Data for this task →
// Spectrum of a network.
//
// The eigenproblem is
//
//	(a u')' + b u' − c u = −λ ρ u   on every edge,
//	u = 0 at fixed nodes,   Σ_e J_e + β u = λ ρ_v u   at balance nodes,
//
// (docs/time-and-spectrum.md). Its eigenvalues are the decay rates of the
// transient problem: a disturbance of the steady field dies out like e^{−λ₁ t},
// so 1/λ₁ is the network's slowest relaxation time.
//
// For a self-adjoint network (no drift, the same weight at both ends of every
// edge, constant coefficients) the eigenvalues are real and are found with
// exact elements by the Wittrick–Williams count (Wittrick & Williams, Q. J.
// Mech. Appl. Math. 24 (1971) 263 — from memory): with K(λ) the node matrix
// of the exact elements at decay c − λρ and leak β − λρ_v, the number of
// eigenvalues below λ is
//
//	N(λ) = neg K(λ) + Σ_e #{clamped–clamped eigenvalues of edge e below λ},
//
// neg the number of negative pivots of the LDLᵀ factorisation of K(λ)
// (Sylvester's law of inertia). N is exact, so no eigenvalue is missed and
// multiplicities are the jumps of N — also where several edges' sin(kL)
// vanish together, where a secular Σ cot equation loses roots. Each
// eigenvalue is bracketed by N to a width of about 1e-13 of the scale.
// Below the least λ at which an edge nears a clamped eigenvalue the trial
// values come from shift-invert Lanczos on the linearised pencil and
// Halley steps on 1/(xᵀK(λ)⁻¹x) (spectrum_fast.go); above it from a
// secant on 1/(eᵀK(λ)⁻¹e), safeguarded by bisection either way.
//
// Other networks (coefficients varying along edges, drift, unequal end
// weights) are discretised on the finite-volume grid of the steady solver and
// solved by shift-invert Arnoldi with the node-system factorisation; with
// drift or unequal weights the eigenvalues may be complex and are reported
// as such.

// SpectrumSettings controls Spectrum. A nil *SpectrumSettings means the
// defaults.
type SpectrumSettings struct {
	// Count is the number of smallest eigenvalues wanted, multiplicities
	// counted; 0 means 10.
	Count int
	// Method: MethodAuto (the zero value) counts with exact elements where
	// the network allows it and uses the grid otherwise; MethodExact
	// refuses networks that need the grid; MethodGrid always uses it.
	Method Method
	// Cells is the number of grid cells of an edge whose Edge.Cells is 0
	// (grid method only); 0 means DefaultCells.
	Cells int
	// Modes asks for the mode shapes of the simple real eigenvalues
	// (SpectrumResult.Modes); not on the Arnoldi path.
	Modes bool
	// Context, when non-nil, stops the computation early; the eigenvalues
	// found so far are returned with Status IterationLimit.
	Context context.Context
}

// Eigenvalue is one eigenvalue of a network with its multiplicity.
type Eigenvalue struct {
	Value float64 // real part of λ (1/time)
	Imag  float64 // imaginary part (0 for self-adjoint networks)
	// Multiplicity is the number of independent modes (exact method); on
	// the grid, the number of computed eigenvalues that agree to the
	// accuracy of the computation.
	Multiplicity int
	// Err bounds |λ − Value| for the numerical solution of the problem
	// stated (the exact method's bracket width; on the grid the bracket or
	// the Arnoldi residual bound plus half the change from a grid of half
	// the cell width, an estimate of the discretisation error).
	Err float64
}

// SpectrumResult is the outcome of Spectrum.
type SpectrumResult struct {
	// Eigenvalues in ascending order of real part (then imaginary part),
	// multiplicities counted once each.
	Eigenvalues []Eigenvalue
	// Method used: "exact" (Wittrick–Williams count) or "grid" (shift-invert
	// Arnoldi on the finite-volume grid).
	Method string
	// SelfAdjoint reports whether the problem is self-adjoint (real
	// eigenvalues).
	SelfAdjoint bool
	Status      Status
	Stats       SpectrumStats
	// Modes, when asked for: the shapes of the simple real eigenvalues.
	Modes []Mode
}

// SpectrumStats describes the work of Spectrum.
type SpectrumStats struct {
	Factorizations int // factorisations of the node or grid matrix
	Unknowns       int // unknowns of that matrix
	Time           time.Duration
}

// RelaxationTime returns 1/λ₁, the time constant of the slowest decaying
// mode, or +Inf when the smallest eigenvalue is 0 (a network that nothing
// anchors keeps its mean forever) and NaN when there are no eigenvalues.
func (r *SpectrumResult) RelaxationTime() float64 {
	if len(r.Eigenvalues) == 0 {
		return math.NaN()
	}
	l := r.Eigenvalues[0].Value
	if l <= 0 {
		return math.Inf(1)
	}
	return 1 / l
}

// Spectrum returns the smallest eigenvalues of the network (see the top of
// this file). It fails on a network with nonlinear laws or laws that depend
// on time, and when the grid is needed but MethodExact was asked for.
func Spectrum(net *Network, set *SpectrumSettings) (*SpectrumResult, error) {
	var s SpectrumSettings
	if set != nil {
		s = *set
	}
	if s.Count < 0 {
		return nil, fmt.Errorf("count = %d must be ≥ 0", s.Count)
	}
	if s.Count == 0 {
		s.Count = 10
	}
	if s.Context == nil {
		s.Context = context.Background()
	}
	if err := spectrumCheck(net); err != nil {
		return nil, err
	}
	if err := checkIsolated(net); err != nil {
		return nil, err
	}
	t0 := time.Now()
	exactOK, why := spectrumExactOK(net)
	var res *SpectrumResult
	var err error
	switch {
	case s.Method == MethodGrid || (s.Method == MethodAuto && !exactOK):
		res, err = spectrumGrid(net, &s)
	case !exactOK:
		return nil, errors.New(why + ": method exact needs a self-adjoint network with constant coefficients (use auto or grid)")
	default:
		res, err = spectrumExact(net, &s)
	}
	if res != nil {
		res.Stats.Time = time.Since(t0)
	}
	return res, err
}

// spectrumCheck rejects laws for which the eigenproblem is not defined.
func spectrumCheck(net *Network) error {
	for i := range net.Nodes {
		nd := &net.Nodes[i]
		if nd.Nonlinear != nil {
			return &ModelError{Object: "node", ID: nd.ID, Reason: "has a nonlinear law: the spectrum is that of a linear network"}
		}
	}
	for i := range net.Edges {
		ed := &net.Edges[i]
		if l := ed.Law; l != nil {
			if l.Equation != nil {
				return &ModelError{Object: "edge", ID: ed.ID, Reason: "has a nonlinear equation: the spectrum is that of a linear network"}
			}
			for _, c := range []*Coef{l.A, l.B, l.C, l.Rho} {
				if c != nil && (c.UsesU || c.UsesT) {
					return &ModelError{Object: "edge", ID: ed.ID, Reason: fmt.Sprintf("coefficient %q depends on u or t: the spectrum is that of a linear, time-invariant network", c.Src)}
				}
			}
		}
	}
	return nil
}

// varies reports whether a law depends on x, u or t (one that reads only
// parameters is a constant whose value the plain field holds).
func varies(c *Coef) bool { return c != nil && (c.UsesX || c.UsesU || c.UsesT) }

// spectrumExactOK reports whether every edge is drift-free with constant
// coefficients and equal end weights, and if not, why.
func spectrumExactOK(net *Network) (bool, string) {
	for i := range net.Edges {
		ed := &net.Edges[i]
		switch {
		case !ed.Constant() || (ed.Law != nil && (varies(ed.Law.A) || varies(ed.Law.B) || varies(ed.Law.C) || varies(ed.Law.Rho))):
			return false, fmt.Sprintf("edge %q has coefficients that vary along it", ed.ID)
		case ed.B != 0:
			return false, fmt.Sprintf("edge %q has drift", ed.ID)
		case ed.EndWeight(0) != ed.EndWeight(1) && net.Nodes[ed.From].Law.Kind != vertex.Fixed && net.Nodes[ed.To].Law.Kind != vertex.Fixed:
			// (the weight at a fixed end does not enter the problem)
			return false, fmt.Sprintf("edge %q has different weights at its ends", ed.ID)
		}
	}
	return true, ""
}

// wwSystem is the node matrix K(λ) of the exact elements, for the
// Wittrick–Williams count.
//
// Unknowns: the balance nodes and one point inside every edge (see countAt).
// They are numbered in elimination order and factored with the Natural
// ordering: the nodes in minimum-degree order, and each edge's inner point
// right after the later of its ends. Eliminating an edge's inner point before
// its ends would, near a clamped eigenvalue of the edge, leave a pivot of
// the size of the distance to it and spread its inverse over the ends,
// where it cancels (no pivoting): counts would then be wrong within about
// √eps of such an eigenvalue. With the ends first, the small pivot comes
// last and the count is right to round-off.
//
// The matrix is a nodePattern over the network's nodes and the inner
// points (system node len(Nodes)+e for edge e) with three elements per
// edge: the whole edge (element 3e), its piece from the From end to the
// inner point (3e+1) and from the inner point to the To end (3e+2); the
// assembly writes into their slots.
type wwSystem struct {
	net   *Network
	unk   []int // node → unknown or −1
	mid   []int // edge → unknown of its inner point
	m     int   // balance nodes
	pat   *nodePattern
	mat   *nodesys.Matrix[float64]
	fac   *nodesys.Factor[float64]
	e, x  []float64
	facts int
	scale float64 // size of the smallest eigenvalues, for absolute nudges
}

func newWW(net *Network) *wwSystem {
	nn, ne := len(net.Nodes), len(net.Edges)
	w := &wwSystem{net: net, unk: make([]int, nn), mid: make([]int, ne)}
	// Minimum-degree order of the balance nodes, on the pattern of the
	// node system alone (parallel edges merged, loops on the diagonal).
	bal, balNodes := numberNodes(net)
	w.m = len(balNodes)
	ends := make([][2]int, ne)
	for e := range net.Edges {
		ends[e] = [2]int{net.Edges[e].From, net.Edges[e].To}
	}
	np := newNodePattern(bal, balNodes, ends)
	perm := nodesys.MinimumDegreeOrder(w.m, np.rowPtr, np.col)
	pos := make([]int, w.m) // balance index → place in perm
	for k, i := range perm {
		pos[i] = k
	}
	// Edges by the later of their balance ends (−1: none).
	byEnd := make([][]int, w.m)
	next := 0
	for e, ed := range net.Edges {
		last := -1
		for _, v := range []int{ed.From, ed.To} {
			if i := bal[v]; i >= 0 && (last < 0 || pos[i] > pos[last]) {
				last = i
			}
		}
		if last < 0 {
			w.mid[e] = next // an edge between fixed nodes: alone
			next++
			continue
		}
		byEnd[last] = append(byEnd[last], e)
	}
	for v := range w.unk {
		w.unk[v] = -1
	}
	for _, i := range perm {
		w.unk[balNodes[i]] = next
		next++
		for _, e := range byEnd[i] {
			w.mid[e] = next
			next++
		}
	}
	// System nodes: the network's nodes, then the inner points.
	unk := make([]int, nn+ne)
	copy(unk, w.unk)
	for e := range net.Edges {
		unk[nn+e] = w.mid[e]
	}
	nodes := make([]int, next)
	for s, i := range unk {
		if i >= 0 {
			nodes[i] = s
		}
	}
	sends := make([][2]int, 3*ne)
	for e, ed := range net.Edges {
		sends[3*e] = [2]int{ed.From, ed.To}
		sends[3*e+1] = [2]int{ed.From, nn + e}
		sends[3*e+2] = [2]int{nn + e, ed.To}
	}
	w.pat = newNodePattern(unk, nodes, sends)
	w.mat = nodesys.NewMatrixPattern[float64](next, w.pat.rowPtr, w.pat.col)
	sym := true
	// The pivots of an indefinite K(λ) may be small after cancellation
	// without K being nearly singular (no pivoting); only their signs are
	// used, so only pivots that vanish to round-off are refused.
	w.fac = nodesys.NewFactor[float64](&nodesys.Settings{Ordering: nodesys.Natural, Symmetric: &sym, PivotTol: 0x1p-60})
	w.e = make([]float64, next)
	w.x = make([]float64, next)
	for i := range w.e {
		// a fixed vector with no special structure, so that no
		// eigenvector is orthogonal to it except by accident
		w.e[i] = 1 + 0.5*math.Sin(1.7*float64(i)+0.3)
	}
	return w
}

Problem → From the entries above, restate word for word the lines from the line containing "counted once each." to the line containing "func Spectrum(net *Network, set", both ends included, and nothing more.

Task answer →
	// multiplicities counted once each.
	Eigenvalues []Eigenvalue
	// Method used: "exact" (Wittrick–Williams count) or "grid" (shift-invert
	// Arnoldi on the finite-volume grid).
	Method string
	// SelfAdjoint reports whether the problem is self-adjoint (real
	// eigenvalues).
	SelfAdjoint bool
	Status      Status
	Stats       SpectrumStats
	// Modes, when asked for: the shapes of the simple real eigenvalues.
	Modes []Mode
}

// SpectrumStats describes the work of Spectrum.
type SpectrumStats struct {
	Factorizations int // factorisations of the node or grid matrix
	Unknowns       int // unknowns of that matrix
	Time           time.Duration
}

// RelaxationTime returns 1/λ₁, the time constant of the slowest decaying
// mode, or +Inf when the smallest eigenvalue is 0 (a network that nothing
// anchors keeps its mean forever) and NaN when there are no eigenvalues.
func (r *SpectrumResult) RelaxationTime() float64 {
	if len(r.Eigenvalues) == 0 {
		return math.NaN()
	}
	l := r.Eigenvalues[0].Value
	if l <= 0 {
		return math.Inf(1)
	}
	return 1 / l
}

// Spectrum returns the smallest eigenvalues of the network (see the top of
// this file). It fails on a network with nonlinear laws or laws that depend
// on time, and when the grid is needed but MethodExact was asked for.
func Spectrum(net *Network, set *SpectrumSettings) (*SpectrumResult, error) {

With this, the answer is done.